I was in a small gun store in a small town yesterday and overheard a conversation between the store owner and one of his suppliers. He asked if the supplier had any Taurus PT111s. He said he could use all he could get....at least 50. Is the PT111 that popular, that good, or both?


----------



## Goldwing (Nov 5, 2014)

:watching::watching::watching::watching:


----------



## Jgatts (Dec 10, 2014)

Wife has it. Good not great.


----------



## DirtyDog (Oct 16, 2014)

I have one. I gave one to my son and one to my son in law.
It's a solid, reliable, accurate pistol with excellent features, especially for the price.
And the mag release can be reversed, which is kind of a big deal, since my son is a lefty.


----------



## GCBHM (Mar 24, 2014)

They are popular b/c of the price. I would think if you do not plan to shoot that much, the PT111 will be a decent range gun, but I would never choose to trust my life to one.


----------



## Steve M1911A1 (Feb 6, 2008)

DirtyDog said:


> ...It's a solid, reliable, accurate pistol with excellent features, especially for the price...


...However, Taurus has a spotty quality-control reputation.
Quite often, you'll have to send yours back for remedial repair, right after you've bought it.
The most recent problem child is a Taurus Curve, purchased just a couple of days ago. (Look for the thread, on this forum.)

Buying a Taurus is taking a chance. It's a craps-shoot.
Yours may be without problems, but you can't know in advance.

But they're innovative.
And they're cheap.


----------



## DirtyDog (Oct 16, 2014)

Steve M1911A1 said:


> ...However, Taurus has a spotty quality-control reputation.
> Quite often, you'll have to send yours back for remedial repair, right after you've bought it.
> The most recent problem child is a Taurus Curve, purchased just a couple of days ago. (Look for the thread, on this forum.)
> 
> ...


I've heard that, yes. But I've also got three of the PT111 G2's in the family, and none of those three has had any issues.
Hell, the PT111 will reliably fire cheap ass Wulf steel case ammo that my much more expensive Glocks (both the modified and stock ones) absolutely hate.


----------



## desertman (Aug 29, 2013)

Steve M1911A1:


> Yours may be without problems, but you can't know in advance.
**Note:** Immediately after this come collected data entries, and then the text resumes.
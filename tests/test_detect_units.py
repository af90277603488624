"""Pure pieces of the sensor, soiling and degradation detectors against invented truths."""

from __future__ import annotations

import types

import numpy as np
import pandas as pd
import pytest

from perfcheck.detect import degradation, sensor, soiling

DAYS = pd.date_range("2024-01-01", periods=240, freq="D")


def _index_with_step(factor: float, rng: np.random.Generator) -> pd.Series:
    """Invented truth: a daily log index, noise sd 1 %, with a sensor reading ``factor`` off
    from 1 April to 15 May (the index moves by -log factor)."""
    x = rng.normal(0.0, 0.01, len(DAYS))
    inside = (DAYS >= "2024-04-01") & (DAYS < "2024-05-15")
    return pd.Series(x - np.log(factor) * inside, index=DAYS)


def _clear_ratio(factor: float, rng: np.random.Generator, every: int = 4) -> pd.Series:
    """The sensor against its clear-sky plane irradiance on every fourth day (the clear
    days), noise sd 2 %, reading ``factor`` off in the same window."""
    days = DAYS[::every]
    inside = (days >= "2024-04-01") & (days < "2024-05-15")
    return pd.Series(rng.normal(0.0, 0.02, len(days)) + np.log(factor) * inside, index=days)


W = types.SimpleNamespace(tz="UTC")


def test_power_faults_finds_a_confirmed_step_and_its_size():
    rng = np.random.default_rng(3)
    (s,) = sensor.power_faults(W, _index_with_step(0.95, rng), _clear_ratio(0.95, rng))
    # invented truth: 1 April to 15 May, sensor 5 % low; the window to the day (CBS on
    # every day, noise 1 % against a 5 % step), the factor within 1 % (45 days of 1 % noise)
    assert s.start == pd.Timestamp("2024-04-01", tz="UTC")
    assert s.end == pd.Timestamp("2024-05-15", tz="UTC")
    assert s.factor == pytest.approx(0.95, abs=0.01)
    np.testing.assert_allclose(s.daily_factor.to_numpy(), 0.95, atol=0.015)


def test_power_faults_needs_the_independent_reference():
    rng = np.random.default_rng(3)
    index = _index_with_step(0.95, rng)
    # the reference did not move (a plant-wide change, not the sensor): nothing
    assert sensor.power_faults(W, index, _clear_ratio(1.0, rng)) == []
    # no clear days at all: nothing either (the power alone cannot tell)
    assert sensor.power_faults(W, index, pd.Series(dtype=float, index=DAYS[:0])) == []


def test_soiling_recovery_must_give_back_the_decline():
    # invented truth: an interval that fell from a clean 1.0 to 0.88 (12 %), daily scale
    # 0.5 %, then a wash back to 1.0 (True), a rise of 2 % (not half of the loss: False) or
    # none (False); alpha 1e-3, three days either side
    rng = np.random.default_rng(5)
    before = 0.88 * np.exp(rng.normal(0, 0.005, 3))
    for level, want in ((1.0, True), (0.90, False), (0.88, False)):
        after = level * np.exp(rng.normal(0, 0.005, 3))
        assert soiling._restored(1.0, before, after, 0.005, 1e-3) is want


def test_ageing_removed_flattens_a_year_on_year_trend():
    # invented truth: an index falling 1 %/yr for two years, one inverter, no noise; the
    # year-on-year median is exactly -1 %, so the index divided by (1 - 0.01)^years is flat
    days = pd.date_range("2023-01-01", periods=731, freq="D")
    years = ((days - days[0]) / pd.Timedelta(days=365.25)).to_numpy(dtype=float)
    plant = pd.Series(0.99 ** (days.dayofyear.to_numpy() * 0 + years), index=days)
    pairs = degradation.pairs(plant)
    assert np.median(pairs) == pytest.approx(-1.0, abs=0.01)  # 365 vs 365.25 days
    flat = degradation.ageing_removed(plant.to_frame("inv1"), plant)
    np.testing.assert_allclose(flat["inv1"].to_numpy(), 1.0, atol=2e-4)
That's really what it all boils down to. You also do not know in advance when it is going to fail. Hopefully it won't be at the wrong time. If you have one and it has worked for you without any issues, that's great. For those contemplating buying one, let the buyer beware. Even if it's a range gun, do you really want the hassle of sending something back to the factory that you just shelled out your hard earned money for? Waiting and wondering when you will get it back. Or if it will be any better or worse than when you sent it in?


----------



## Aheadshot (Oct 17, 2014)

I have the PT 111 G2 9X19 mm,and bought the PT 140 G2 40 Cal. yesterday.The owner told me that he can't keep enough PT 111 G2 in his store.

Here's the PT 111 G2...






...Here's the PT 140 G2...


----------



## Greybeard (Mar 17, 2013)

I would say that it is because of the price. pt111's go for around $250 or so and most other offerings from other makers with similar features go for around $350-$400.00. They are a bargain if you get a good one. From what I read on this forum, Taurus quality control can be spotty so you pays your money and you takes your chances.


----------



## shootbrownelk (May 18, 2014)

Aheadshot said:


> I have the PT 111 G2 9X19 mm,and bought the PT 140 G2 40 Cal. yesterday.The owner told me that he can't keep enough PT 111 G2 in his store.
> 
> Here's the PT 111 G2...
> View attachment 1112
> ...


 I think his remark about Taurus inventory is called salesmanship...or a sales pitch.


----------



## NevadaBob (Feb 11, 2011)

Just bought my PT 111 G2 about 2 months back. I have 400+ reload rounds through it. No failures of any kind. What I like most about it: ergo, trigger pull, mild recoil, accuracy, & adjustable rear sight. I bought mine @ Cabela's on sale for $200. Ky Gun Co. frequently has them on sale @ that price as well. This has been an excellent purchase.


----------